Still better than HTC Sync









and yea for my HTC Incredible S its just mount as disk drive then just drag and drop.
HTC Sync is terrible


----------



## SwAeromotion

Quote:


> Originally Posted by *nathris*
> 
> Prepare to have your mind blown.
> 
> Step 1: Plug your S3 into your computer.
> Step 2: Drag your music onto the device.
> Step 3: Enjoy your music.


This seems like the way I would go, but in My Computer I don't see my phone or any of its drives. It charges my phone, but in all the setting I didn't find any option to possibly change USB setting from "charge" to "send data" or anything like that.

This should be easy, and I think I'm missing something simple, but I'm stuck!


----------



## Nilareon

Why the hell does this have 68 thousand views.

On topic: Google is a great problem solver for all your needs, including your legal/illegal needs.

Quote:


> Originally Posted by *SwAeromotion*
> 
> This seems like the way I would go, but in My Computer I don't see my phone or any of its drives. It charges my phone, but in all the setting I didn't find any option to possibly change USB setting from "charge" to "send data" or anything like that.
> 
> This should be easy, and I think I'm missing something simple, but I'm stuck!
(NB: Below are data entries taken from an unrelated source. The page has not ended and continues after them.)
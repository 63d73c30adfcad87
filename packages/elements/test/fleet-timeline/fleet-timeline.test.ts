import { expect, fixture, html, oneEvent } from '@open-wc/testing';
import { type FleetDocument, fleetPlanToJson, planFleet, validateFleet } from '@tauline/sdk/fleet';
import { sendKeys } from '@web/test-runner-commands';
import '../../src/fleet-timeline/fleet-timeline.define.js';
import { readFleetPlan } from '../../src/fleet-timeline/fleet-data.js';
import { columnMinima, fleetLayout } from '../../src/fleet-timeline/fleet-draw.js';
import { marginSeries, requiredBound } from '../../src/fleet-timeline/fleet-margin.js';
import type { TaulineFleetTimeline } from '../../src/fleet-timeline/fleet-timeline.js';
import { erfc, oneSidedQuantile } from '../../src/internal/normal.js';
import { linearScale } from '../../src/internal/scale.js';
import { captureWarnings } from '../fixtures.js';
import { heldFleet, laterFleet, strandedFleet } from './fleet-fixtures.js';

const WIDTH = 900;

/** Waits until the element has drawn (the first size comes from the ResizeObserver, before the first paint). */
async function drawn(el: TaulineFleetTimeline): Promise<void> {
  for (let k = 0; k < 10; k++) {
    await new Promise((ok) => requestAnimationFrame(ok));
    await el.updateComplete;
    // sizeCanvas() sets the CSS size when it draws.
    if (el.shadowRoot!.querySelector<HTMLCanvasElement>('canvas.data')?.style.height) return;
  }
}

async function render(data: Awaited<ReturnType<typeof heldFleet>>, attrs = ''): Promise<TaulineFleetTimeline> {
  const el = await fixture<TaulineFleetTimeline>(
    html`<tauline-fleet-timeline style=${`width: ${WIDTH}px`}></tauline-fleet-timeline>`,
  );
  for (const a of attrs.split(' ').filter(Boolean)) {
    const [k, v] = a.split('=');
    el.setAttribute(k!, v ?? '');
  }
  el.fleet = data.fleet;
  el.plan = data.plan;
  await drawn(el);
  return el;
}

const root = (el: Element): ShadowRoot => el.shadowRoot!;
const rows = (el: Element): HTMLTableRowElement[] => [
  ...root(el).querySelectorAll<HTMLTableRowElement>('tbody tr[part~="row"]'),
];

/** Pointer at chart time t (s since the epoch) on satellite row i (or station lane k when lane is set). */
function pointAt(
  el: TaulineFleetTimeline,
  t: number,
  horizon: number,
  row: number,
  lane = false,
): { clientX: number; clientY: number } {
  const box = root(el).querySelector<HTMLElement>('.plot-box')!;
  const r = box.getBoundingClientRect();
  const layout = fleetLayout(Math.floor(r.width), 4, 2);
  const x = layout.left + (t / horizon) * (layout.right - layout.left);
  const y = lane ? layout.laneTop + (row + 0.5) * layout.laneHeight : layout.top + (row + 0.5) * layout.rowHeight;
  return { clientX: r.left + x, clientY: r.top + y };
}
I assume you have a Samsung Galaxy s2/3/4.... download the drivers from samsungs website...

Oh... and good way to see what the problem is when connecting devices...

Right click my computer -> Device manager.... and so on... look for problems, if one is a unrecognized device via usb then yo u know it's driver related.


----------



## Poulsen

Hey everyone.

I have just bought a Samsung Galaxy S3 as well, and I simply can't figure out, how to add files such as pictures and music from my comuter to the phone.
I have read several places, that you just plug in the phone to the computer, and then some kind of menu comes up, from where you can choose to add files. My problem is just, that the phone just charges, and I cant fint my phone on my computer, or in any other way connect the two so I can add files.. Anybody who can help? )


----------